● **PROBLEM REQUIREMENTS**: Copy out each line of the data that contains "loads".
══ PROVIDED MATERIAL ══
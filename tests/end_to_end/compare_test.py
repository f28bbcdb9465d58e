#!/usr/bin/python3
"""Two results side by side: what changes at each point and in each cell, what gets worse, and what cannot be compared."""
import csv
import json
import shutil
import unittest

import numpy as np
from osgeo import gdal

from support import CommandTest, hills, table, write_points, write_raster

BOOK = """code,name,n_typical,shallow_type,source
1,Wood,0.4,contour crops or woodland,test
2,Street,0.011,pavement,test
"""
STUDY = """report_units = "si"
[terrain]
elevation = "dem.tif"
[surface]
cover = "{cover}"
book = "book.csv"
[points]
{points}
[rain]
two_year_24_hour = "80 mm"
[output]
folder = "{folder}"
"""


class TwoResults(CommandTest):
    """Wood before; a street over the eastern half after."""

    def setUp(self):
        super().setUp()
        cover = np.ones((40, 50), np.uint8)
        write_raster(self.folder / "dem.tif", hills())
        write_raster(self.folder / "wood.tif", cover, kind=gdal.GDT_Byte, unit=None)
        cover[:, 25:] = 2
        write_raster(self.folder / "street.tif", cover, kind=gdal.GDT_Byte, unit=None)
        (self.folder / "book.csv").write_text(BOOK)
        self.run_study("before", "wood.tif")
        self.run_study("after", "street.tif")

    def run_study(self, folder, cover, points='auto_area = "3 %"', units="si", more=""):
        (self.folder / f"{folder}.toml").write_text(
            STUDY.format(cover=cover, folder=folder, points=points).replace('"si"', f'"{units}"') + more)
        self.repeated("run", f"{folder}.toml", "-q")

    def times(self, folder):
        return {row["name"]: float(row["time_of_concentration_min"]) for row in table(self.folder / folder / "tables/outlets.csv")}

    def test_a_result_beside_itself_changes_nothing_and_ends_with_status_0(self):
        run = self.rillclock("compare", "before", "before", "--json")
        self.assertEqual(run.returncode, 0, run.stderr)
        comparison = json.loads(run.stdout)
        self.assertEqual(comparison["worse"], [])
        for point in comparison["points"]:
            self.assertEqual(point["time_min"]["change"], 0)
            self.assertTrue(point["same_head"])
            self.assertTrue(point["same_path"])
        self.assertIn("All governing paths run through the same cells.", self.done("compare", "before", "before"))

    def test_points_whose_time_becomes_shorter_are_worse_and_the_status_is_4(self):
        run = self.rillclock("compare", "before", "after", "--json")
        self.assertEqual(run.returncode, 4, run.stderr)
        before, after = self.times("before"), self.times("after")
        shorter = {name: 1 - after[name] / before[name] for name in before if 1 - after[name] / before[name] > 0.05}
        self.assertGreater(len(shorter), 1)
        comparison = json.loads(run.stdout)
        self.assertEqual(comparison["worse"], sorted(shorter, key=shorter.get, reverse=True))
        for point in comparison["points"]:
            self.assertAlmostEqual(point["time_min"]["change"], after[point["name"]] - before[point["name"]], places=6)

    def test_the_other_way_round_nothing_gets_worse(self):
        run = self.rillclock("compare", "after", "before")
        self.assertEqual(run.returncode, 0, run.stdout + run.stderr)
        self.assertTrue(run.stdout.startswith("None of "))

    def test_the_tolerance_decides(self):
        run = self.rillclock("compare", "before", "after", "--tolerance", "99 %")
        self.assertEqual(run.returncode, 0, run.stdout + run.stderr)
        self.assertIn("more than 99 %", run.stdout)

    def test_the_text_names_the_worst_first(self):
        run = self.rillclock("compare", "before", "after")
        self.assertEqual(run.returncode, 4)
        before, after = self.times("before"), self.times("after")
        worst = max(before, key=lambda name: 1 - after[name] / before[name])
        self.assertIn(f"the worst is '{worst}'", run.stdout)
        self.assertTrue(run.stdout.splitlines()[3].startswith(worst))

    def test_the_raster_is_after_less_before_in_every_cell(self):
        run = self.rillclock("compare", "before", "after", "--out", "change")
        self.assertEqual(run.returncode, 4, run.stderr)
        values = {}
        for name in ("before/rasters/travel_time.tif", "after/rasters/travel_time.tif", "change/rasters/travel_time_change.tif"):
            file = gdal.Open(str(self.folder / name))
            values[name.split("/")[0]] = file.ReadAsArray().astype(float)
        # Float32: half a unit in the last place of minutes below 64.
        np.testing.assert_allclose(values["change"], values["after"] - values["before"], atol=4e-6)
        self.assertLess(values["change"].min(), -0.1)
        rows = table(self.folder / "change/tables/comparison.csv")
        self.assertEqual(rows[0]["worse"], "yes")
        self.assertEqual(len(rows), len(self.times("before")))
        self.assert_nothing_left()

    def test_peaks_count_where_both_results_have_them(self):
        for folder, factor in (("before", 1.0), ("after", 1.2)):
            with open(self.folder / folder / "tables/peaks.csv", "w", encoding="utf-8", newline="") as file:
                writer = csv.writer(file)
                writer.writerow(["point", "return_period_years", "runoff_coefficient_with_factor", "whole_area_peak_m3_per_s", "peak_m3_per_s"])
                for number, name in enumerate(self.times("before")):
                    writer.writerow([name, 10, 0.5 * factor, 1.0, 2.0 * (factor if number == 0 else 1.0)])
        run = self.rillclock("compare", "before", "after", "--json", "--out", "change")
        self.assertEqual(run.returncode, 4, run.stderr)
        first = json.loads(run.stdout)["points"][0]
        self.assertEqual(first["peaks"][0]["peak_m3_per_s"], {"before": 2, "after": 2.4, "change": 0.4, "change_percent": 20})
        self.assertEqual(first["peaks"][0]["runoff_coefficient"]["change"], 0.1)
        rows = table(self.folder / "change/tables/compared_peaks.csv")
        self.assertEqual(rows[0]["peak_change_percent"], "20.000")

    def write_peaks(self, folder, figures):
        """Whole-area and partial-area peak of each point and return period."""
        with open(self.folder / folder / "tables/peaks.csv", "w", encoding="utf-8", newline="") as file:
            writer = csv.writer(file)
            writer.writerow(["point", "return_period_years", "whole_area_peak_m3_per_s", "peak_m3_per_s"])
            writer.writerows(figures)

    def test_a_whole_area_peak_alone_makes_a_point_worse_and_the_rows_that_grow_most_come_first(self):
        names = sorted(self.times("before"), reverse=True)[:3]
        self.write_peaks("before", [(name, years, 1.0, 2.0) for name in names for years in (2, 10)])
        shutil.copytree(self.folder / "before", self.folder / "copy")
        grown = {(names[1], 10): (1.3, 2.0), (names[2], 2): (1.0, 2.2), (names[0], 2): (0.8, 1.9)}
        self.write_peaks("copy", [(name, years, *grown.get((name, years), (1.0, 2.0))) for name in names for years in (2, 10)])
        run = self.rillclock("compare", "before", "copy", "--json", "--out", "change")
        self.assertEqual(run.returncode, 4, run.stderr)
        self.assertEqual(json.loads(run.stdout)["worse"], [names[1], names[2]])
        rows = table(self.folder / "change/tables/compared_peaks.csv")
        self.assertEqual([(r["point"], r["return_period_years"]) for r in rows[:2]], [(names[1], "10"), (names[2], "2")])
        self.assertEqual((rows[-1]["point"], rows[-1]["whole_area_peak_change_percent"]), (names[0], "-20.000"))
        self.assertEqual((rows[0]["whole_area_peak_change_percent"], rows[0]["peak_change_percent"]), ("30.000", "0.000"))

    def own_points(self):
        """The points of the results as a file, to which pipes and overrides may belong; what names it in a study."""
        rows = table(self.folder / "before/tables/outlets.csv")
        write_points(self.folder / "own.geojson", [(r["name"], (float(r["x"]), float(r["y"]))) for r in rows])
        return 'file = "own.geojson"\nname = "name"'

    def test_a_time_that_only_an_override_or_a_pipe_changes_is_compared(self):
        """The ground is the same to the last digit; a stated time is half of it, and a pipe leads one point's water to another."""
        points = self.own_points()
        self.run_study("own", "wood.tif", points=points)
        times = self.times("own")
        name = max(times, key=times.get)
        inlet = next(other for other in times if other != name)
        (self.folder / "overrides.csv").write_text(f"point,time\n{name},{times[name] / 2} min\n")
        (self.folder / "pipes.csv").write_text(f"from,to,length,diameter,n,slope\n{name},{inlet},900 m,1 m,0.013,0.001\n")
        self.run_study("stated", "wood.tif", points=points, more='[timing]\noverrides = "overrides.csv"\n')
        self.run_study("piped", "wood.tif", points=points + '\npipes = "pipes.csv"')
        run = self.rillclock("compare", "own", "stated", "--json", "--out", "change")
        self.assertEqual(run.returncode, 4, run.stdout + run.stderr)
        said = json.loads(run.stdout)
        self.assertEqual(said["worse"], [name])
        point = next(p for p in said["points"] if p["name"] == name)
        self.assertEqual((point["ground_time_min"]["change"], round(point["time_min"]["change_percent"])), (0, -50))
        row = table(self.folder / "change/tables/comparison.csv")[0]
        self.assertEqual((row["point"], row["worse"], float(row["ground_time_change_min"])), (name, "yes", 0))
        self.assertEqual(self.rillclock("compare", "stated", "own").returncode, 0)
        later = json.loads(self.rillclock("compare", "own", "piped", "--json").stdout)["points"]
        end = next(p for p in later if p["name"] == inlet)
        self.assertEqual((end["ground_time_min"]["change"], end["time_min"]["change"] > 0), (0, True))

    def test_a_scenario_of_an_override_alone_is_seen_by_its_comparison(self):
        points, times = self.own_points(), self.times("before")
        name = max(times, key=times.get)
        (self.folder / "overrides.csv").write_text(f"point,time\n{name},{times[name] / 2} min\n")
        study = self.folder / "both.toml"
        study.write_text(STUDY.format(cover="wood.tif", folder="both", points=points) + '[scenario.known]\ntiming.overrides = "overrides.csv"\n')
        said = self.done("run", study)
        self.assertIn(f"the worst is '{name}'", said)
        rows = table(self.folder / "both/comparison-known/tables/comparison.csv")
        self.assertEqual((rows[0]["point"], rows[0]["worse"]), (name, "yes"))
        self.assertEqual([r["worse"] for r in rows[1:]], ["no"] * (len(rows) - 1))

    def test_a_result_without_the_times_that_are_compared_is_refused(self):
        path = self.folder / "after/tables/outlets.csv"
        path.write_text(path.read_text().replace("time_used_min", "time_min"))
        self.refused(1, "compare", "before", "after", says=("time_used_min", "run its study again"))

    def test_what_is_no_result_is_refused(self):
        self.refused(1, "compare", "before", "nowhere", says=("no folder 'nowhere'",))
        (self.folder / "empty").mkdir()
        self.refused(1, "compare", "empty", "after", says=("'empty' is not a result", "outlets.csv"))

    def test_other_points_are_refused_by_name(self):
        write_points(self.folder / "points.geojson", [("Elsewhere", (500_050.0, 5_399_930.0))])
        self.run_study("other", "wood.tif", points='file = "points.geojson"\nname = "name"')
        self.refused(1, "compare", "before", "other", says=("not of the same points", "'Elsewhere'"))

    def test_other_units_are_refused(self):
        self.run_study("feet", "wood.tif", units="us")
        self.refused(1, "compare", "before", "feet", says=("different units", "report_units"))

    def test_other_grids_are_refused(self):
        write_raster(self.folder / "dem.tif", hills(), corner=(500_002.0, 5_400_000.0))
        write_raster(self.folder / "moved.tif", np.ones((40, 50), np.uint8), corner=(500_002.0, 5_400_000.0), kind=gdal.GDT_Byte, unit=None)
        self.run_study("moved", "moved.tif")
        # The ground is the same, so points where water leaves the data have the same names.
        self.refused(1, "compare", "before", "moved", says=("different grids", "40 rows × 50 columns"))

    def test_a_folder_that_is_there_is_kept_unless_it_may_be_replaced(self):
        self.assertEqual(self.rillclock("compare", "before", "after", "--out", "change").returncode, 4)
        self.refused(1, "compare", "before", "after", "--out", "change", says=("--replace",))
        self.assertEqual(self.rillclock("compare", "before", "after", "--out", "change", "--replace").returncode, 4)

    def test_a_tolerance_that_is_no_share_is_a_fault_of_the_command_line(self):
        self.refused(2, "compare", "before", "after", "--tolerance", "5 min", says=("--tolerance", "5 %"))


class TwoPaths(CommandTest):
    """One head, one point, and two ways round between them, of equal length and fall: which is taken hangs on a centimetre."""

    def run_with_dip(self, folder, column):
        ground = np.full((7, 5), -9999.0)
        ground[0, 2], ground[6, 2] = 110, 100
        for row in range(1, 6):
            ground[row, [1, 3]] = 110 - 1.5 * row
        ground[1, column] -= 0.01
        write_raster(self.folder / "dem.tif", ground, nodata=-9999.0)
        write_raster(self.folder / "cover.tif", np.ones((7, 5), np.uint8), kind=gdal.GDT_Byte, unit=None)
        (self.folder / "book.csv").write_text(BOOK)
        write_points(self.folder / "points.geojson", [("Foot", (500_005.0, 5_399_987.0))])
        (self.folder / f"{folder}.toml").write_text(STUDY.format(cover="cover.tif", folder=folder, points='file = "points.geojson"\nname = "name"'))
        self.done("run", f"{folder}.toml", "-q")

    def setUp(self):
        super().setUp()
        self.run_with_dip("left", 1)
        self.run_with_dip("right", 3)

    def compared(self, before, after):
        return json.loads(self.done("compare", before, after, "--json"))["points"][0]

    def test_other_cells_are_another_path_though_head_length_and_time_are_the_same(self):
        point = self.compared("left", "right")
        self.assertEqual((point["same_head"], point["path_length_m"]["change"], point["time_min"]["change"]), (True, 0, 0))
        self.assertIs(point["same_path"], False)
        self.assertIn("1 of 1 governing paths run through other cells than before.", self.done("compare", "left", "right", "--out", "change"))
        self.assertEqual(table(self.folder / "change/tables/comparison.csv")[0]["same_path"], "no")

    def test_a_result_without_digests_leaves_it_open_and_says_so(self):
        path = self.folder / "left/tables/outlets.csv"
        path.write_text(path.read_text().replace("governing_path_digest", "governing_path"))
        for before, after in (("left", "right"), ("right", "left"), ("left", "left")):
            self.assertIsNone(self.compared(before, after)["same_path"])
            self.assertIn("is not known: tables/outlets.csv of one of the results has no column governing_path_digest", self.done("compare", before, after))
        self.done("compare", "left", "right", "--out", "change")
        self.assertEqual(table(self.folder / "change/tables/comparison.csv")[0]["same_path"], "")


if __name__ == "__main__":
    unittest.main()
═══
● **FINISHED EXERCISE**:
        comparison = json.loads(run.stdout)
        comparison = json.loads(run.stdout)
        first = json.loads(run.stdout)["points"][0]
        self.assertEqual(json.loads(run.stdout)["worse"], [names[1], names[2]])
        said = json.loads(run.stdout)
        later = json.loads(self.rillclock("compare", "own", "piped", "--json").stdout)["points"]
        return json.loads(self.done("compare", before, after, "--json"))["points"][0]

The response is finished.